Among the lines of the listing below, count those with the string "analysis". Give the number and no commentary.
--- --- ---
"""One underlying's rows of the screen: at each chosen tenor, the listed expiry
nearest to it, with implied against forecast and the cost of protection.

Everything comes from :func:`optbench.compare` and
:func:`optbench.analysis.hedge.hedge_from_comparison`; nothing is recomputed here.

Cost of protection per 1,000,000 of notional
    A protective put struck at ``floor`` × spot on the expiry, paid at the ask:
    ``premium_paid / (contracts × multiplier × spot) × 1,000,000``, i.e. the premium
    per unit of underlying scaled to the notional, free of contract rounding. Its
    expected payoff is the mean discounted payoff over the fitted model's simulated
    paths (the model's physical distribution), scaled the same way.
"""
from __future__ import annotations

import math
from dataclasses import dataclass, field
from pathlib import Path

NOTIONAL = 1_000_000.0
DEFAULT_TENORS = (30, 91, 182)
#: the screen fits the same default model as ``compare``: GARCH, GJR and EGARCH,
#: keeping the lowest BIC
DEFAULT_MODEL = "auto"

# column order of the screen table; every row has these keys
COLUMNS = (
    "code", "name", "tenor_days", "expiry", "calendar_days", "trading_days",
    "atm_iv", "forecast_vol", "forecast_low", "forecast_high", "iv_minus_forecast",
    "iv_forecast_ratio", "verdict", "floor", "put_strike", "protection_cost",
    "protection_expected_payoff", "protection_overpay", "protection_cost_pct_annual",
    "model", "fallback_reason", "rows_in", "rows_used", "spot", "asof", "style",
    "multiplier", "sources", "error", "folder",
    "floor_put_verdict", "put25_verdict", "drift_rule", "drift_annual", "warnings",
    "attempts", "retry_reasons",
)
#: ``warnings`` holds the comparison's and the hedge's warnings (input disagreements,
#: dropped history rows, ATM or forecast flags) joined with "; " ('' when none)
WARNING_SEPARATOR = "; "
#: ``attempts``: how many times the underlying was started (1 = first time; more
#: after a lost worker or a transient error); ``retry_reasons``: why the earlier
#: attempts were lost, joined with "; " ('' when none) — both set by the screen
#: from the runner's outcome (optbench.screening.runner)


@dataclass(frozen=True)
class ScreenTask:
    """What one worker needs to screen one underlying (small and picklable)."""

    folder: str
    tenors: tuple[int, ...] = DEFAULT_TENORS
    floor: float = 0.90
    model: str = DEFAULT_MODEL
    dist: str = "t"
    mean: str = "constant"
    n_paths: int = 2000
    seed: int = 7
    overrides: dict = field(default_factory=dict)
    drift: str = "risk-free"
    excess_return: float | None = None


def failed_rows(task: ScreenTask, reason: str) -> list[dict]:
    """The rows of an underlying that could not be screened: its code and the reason."""
    code = Path(task.folder).name
    return [dict.fromkeys(COLUMNS, None) | {"code": code, "name": code,
                                            "tenor_days": tenor, "error": reason,
                                            "folder": task.folder}
            for tenor in task.tenors]


def _num(x) -> float | None:
    if x is None:
        return None
    x = float(x)
    return x if math.isfinite(x) else None


def nearest_expiries(quotes, tenors) -> dict:
    """For each tenor (calendar days), the listed expiry nearest to it (the shorter
    one on a tie), among expiries after the quote date."""
    days = quotes.loc[quotes["calendar_days"] > 0, ["expiry", "calendar_days"]]
    days = days.drop_duplicates("expiry").sort_values("calendar_days")
    if days.empty:
        raise ValueError("no usable expiry in the chain")
    d = days["calendar_days"].to_numpy()
    out = {}
    for tenor in tenors:
        i = int(abs(d - tenor).argmin())      # argmin takes the first (shorter) on ties
        out[tenor] = days["expiry"].iloc[i].date()
    return out


def screen_one(task: ScreenTask) -> list[dict]:
    """Rows for one scenario folder, one per tenor. Raises on a broken underlying
    (the runner turns that into :func:`failed_rows`)."""
    from optbench.analysis.compare import compare
    from optbench.analysis.hedge import hedge_from_comparison
    from optbench.analysis.results import HedgeRequest
    from optbench.data.scenario import load_scenario
    from optbench.report.provenance import sources_text

    scenario = load_scenario(task.folder, **task.overrides)
    listed = nearest_expiries(scenario.chain.quotes, task.tenors)
    # only the expiries the rows show are compared: the same numbers, less work
    comparison = compare(scenario, model=task.model, dist=task.dist, mean=task.mean,
                         n_paths=task.n_paths, seed=task.seed,
                         expiries=sorted(set(listed.values())), floor=task.floor,
                         drift=task.drift, excess_return=task.excess_return)
    by_expiry = {e.expiry: e for e in comparison.expiries}
    model = comparison.model
    rows = []
    for tenor in task.tenors:
        row = by_expiry[listed[tenor]]
        cost = payoff = overpay = annual = strike = None
        error = None
        notes = list(comparison.warnings)
        try:
            # a large notional keeps contract rounding out of the per-unit figures
            request = HedgeRequest(portfolio_value=1e3 * NOTIONAL, hedge_ratio=1.0,
                                   floor=task.floor, expiry=row.expiry, structure="put")
            est = hedge_from_comparison(comparison, request, n_paths=task.n_paths,
                                        seed=task.seed)
            scale = NOTIONAL / (est.contracts * est.multiplier * comparison.spot)
            cost = _num(est.premium_paid * scale)
            payoff = _num(est.expected_payoff * scale)
            overpay = _num(est.overpay * scale)
            annual = _num(est.cost_pct_annual)
            strike = _num(est.strike)
            notes += [w for w in est.warnings if w not in notes]
        except Exception as err:  # the comparison row still stands without a hedge
            error = f"hedge: {err}"
        rows.append({
            "code": scenario.code, "name": scenario.name, "tenor_days": tenor,
            "expiry": row.expiry.isoformat(), "calendar_days": row.calendar_days,
            "trading_days": row.trading_days, "atm_iv": _num(row.atm_iv),
            "forecast_vol": _num(row.forecast_vol), "forecast_low": _num(row.forecast_low),
            "forecast_high": _num(row.forecast_high),
            "iv_minus_forecast": _num(row.iv_minus_forecast),
            "iv_forecast_ratio": _num(row.iv_forecast_ratio), "verdict": row.verdict,
            "floor": task.floor, "put_strike": strike, "protection_cost": cost,
            "protection_expected_payoff": payoff, "protection_overpay": overpay,
            "protection_cost_pct_annual": annual,
            "model": f"{model.name}/{model.dist}", "fallback_reason": model.fallback_reason,
            "rows_in": comparison.quality["rows_in"],
            "rows_used": comparison.quality["rows_used"],
            "spot": _num(comparison.spot), "asof": comparison.asof.isoformat(),
            "style": comparison.style, "multiplier": _num(comparison.multiplier),
            "sources": sources_text(comparison.sources),
            "error": error, "folder": task.folder,
            "floor_put_verdict": row.floor_put_verdict, "put25_verdict": row.put25_verdict,
            "drift_rule": comparison.drift.rule,
            "drift_annual": _num(comparison.drift.annual),
            "warnings": WARNING_SEPARATOR.join(notes),
        })
    return rows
--- --- ---
• _Final answer_
4